I'm not convinced that Ludovic Morlot's conducting and arrangement of the score for the La Monnaie orchestra really gets across the sensitivity of Mozart's writing. It does seem fairly mechanical and reflective more of the Baroque opera seria than Mozart's rather warmer interpretation of it. On the other hand, the quality of the writing itself still comes through here. The contrast of the modern setting however probably works well to counteract any impression of a creaky old-fashioned plot played out on period instruments. The bedroom setting of Act I, with all its implications of bedroom power games, gives way to a crime scene, with forensic investigators in white protective suits trying to get solve the puzzle. Video cameras feature heavily throughout, projecting close-ups on a screen behind to capture the idea that these are important figures, but also revealing the telling details that make them human in this drama.

The magnificent singing and acting performances contribute to this and bear up well to the closer scrutiny. It's here that one gets much more effectively get to the heart of who the characters are and what the work is about. Kurt Streit has precisely the right kind of sweet tenor voice that convinces you that this is a ruler that it is easy to love and hard to refuse. His 'Ah, se fosse intorno al trono' is at least warmly accompanied by the orchestra to fully get his nature across. Véronique Gens is of course one of the finest singers in this repertoire with a beautiful voice that has real power, but it's how she controls it that makes all the difference to her artistry. Anna Bonitatibus is as credible in her acting performance as she is expressive in her singing the vital role of Sesto, giving real heart to the work and its expressions.
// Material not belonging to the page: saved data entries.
"""`drawerfit analyse` through the Click runner: figures, JSON shape, bad input (exit 2)."""

from __future__ import annotations

import json

import pytest
from click.testing import CliRunner

from drawerfit.cli import cli
from tests.drawerfit.circuits import CE_PARTS, CE_TRANSISTOR

GOOD = """\
topology = "ce"
supply_v = 12.0
load_ohm = "10k"
source_ohm = "600"
gain_db = 20.0
f_low_max_hz = 50
temp_c = [0, 50]
""" + CE_PARTS + CE_TRANSISTOR


def _run(tmp_path, text, *args):
    p = tmp_path / "circuit.toml"
    p.write_text(text)
    # a store path that must stay untouched: plain values never open the store
    db = tmp_path / "never.db"
    r = CliRunner().invoke(cli, ["--db", str(db), "analyse", str(p), *args])
    assert not db.exists()
    return r, p


def test_terminal_view_has_every_figure(tmp_path):
    r, _ = _run(tmp_path, GOOD)
    assert r.exit_code == 0, r.output
    for word in ("V_B", "V_E", "V_C", "I_C", "V_CE", "P_Q", "g_m", "r_π", "r_o", "V/V", "dB",
                 "f_low", "f_high", "Zin", "Zout", "Drift corners", "swing", "THD"):
        assert word in r.output, word
    assert "gain_db 21.7 outside 20 ± 1" in r.output


def test_json_shape(tmp_path):
    r, _ = _run(tmp_path, GOOD, "--json")
    assert r.exit_code == 0, r.output
    doc = json.loads(r.output)
    assert set(doc) == {"request", "design"}
    d = doc["design"]
    for k in ("gain", "gain_db", "f_low_hz", "f_high_hz", "ic_a", "vce_v", "zin_ohm", "zout_ohm",
              "ic_drift_pct", "swing_vpk", "thd_pct", "pd_q_w", "vb_v", "ve_v", "vc_v", "vbe_v"):
        assert k in d["metrics"], k
    assert d["meets_spec"] is False and d["violations"] == ["gain_db 21.7 outside 20 ± 1"]
    assert d["parts"]["R1"]["value"] == 47000.0 and d["parts"]["C_IN"]["plus"] == "base"
    assert doc["request"]["load_ohm"] == 10000.0


@pytest.mark.parametrize("old, new, field", [
    ('RC = "4k7"', 'RC = "4k7"\nRX = "1k"', "parts.RX"),          # unknown role
    ('RC = "4k7"\n', "", "parts"),                                  # missing required part
    ('R2 = "10k"', 'R2 = "10kk"', "parts.R2"),                      # unparseable value
    ("supply_v = 12.0", "supply_v = 12000.0", "supply_v"),          # absurd supply
    ("supply_v = 12.0", "supply_v = -9", "supply_v"),
])
def test_bad_input_one_line_exit_2(tmp_path, old, new, field):
    r, p = _run(tmp_path, GOOD.replace(old, new))
    assert r.exit_code == 2, r.output
    lines = [s for s in r.output.splitlines() if s.strip()]
    assert len(lines) == 1, r.output
    assert str(p) in lines[0] and f"{field}:" in lines[0]
    assert "Traceback" not in r.output


def test_stock_ids_and_transistor_label_from_the_store(tmp_path):
    """Parts written "#id" and transistor = "LABEL" come from the store (invented stock)."""
    csv = tmp_path / "stock.csv"
    csv.write_text("kind,value,qty,power,voltage,dielectric,location,hfe_min,hfe_max,ft,cob\n"
                   "resistor,4k7,10,10mW,,,A1,,,,\n"
                   "capacitor,47u,5,,16,electrolytic,B2,,,,\n"
                   "npn,GP-N1,4,,,,C3,100,300,250M,4p\n")
    db = tmp_path / "s.db"
    runner = CliRunner()
    r = runner.invoke(cli, ["--db", str(db), "stock", "import", str(csv)])
    assert r.exit_code == 0, r.output
    items = json.loads(runner.invoke(cli, ["--db", str(db), "stock", "list", "--json"]).output)
    rid = next(i["id"] for i in items if i["kind"] == "resistor")
    cid = next(i["id"] for i in items if i["kind"] == "capacitor")
    text = (GOOD.replace('RC = "4k7"', f'RC = "#{rid}"').replace('C_BYP = "47u"', f'C_BYP = "#{cid}"')
            .split("[transistor]")[0].replace('topology = "ce"', 'topology = "ce"\ntransistor = "GP-N1"'))
    p = tmp_path / "c.toml"
    p.write_text(text)
    r = runner.invoke(cli, ["--db", str(db), "analyse", str(p), "--json"])
    assert r.exit_code == 0, r.output
    d = json.loads(r.output)["design"]
    assert d["transistor"] == "GP-N1"
    assert d["parts"]["RC"]["value"] == 4700.0
    assert d["parts"]["RC"]["pieces"][0]["id"] == rid
    assert d["parts"]["C_BYP"]["plus"] == "emitter"
    # the stock piece is judged against its own 10 mW rating: R_C dissipates about 8 mW
    assert any(v.startswith("R_C dissipates") and "of its 0.01 W rating" in v
               for v in d["violations"]), d["violations"]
Annio's role is also critical to the work as a whole and Anna Grevelius makes a real impression. La Monnaie don't stint on any aspect of this production however and there are also good contributions from Simona Šaturová as Servilia and Alex Esposito as Publio.


La Monnaie/De Munt's production of La Clemenza di Tito was broadcast on the internet via their web streaming service.  Subtitles are in French and Dutch only.  The next broadcast of the 2013-14 season, Ambroise Thomas' Hamlet will be available to view for free from 31 December 2013.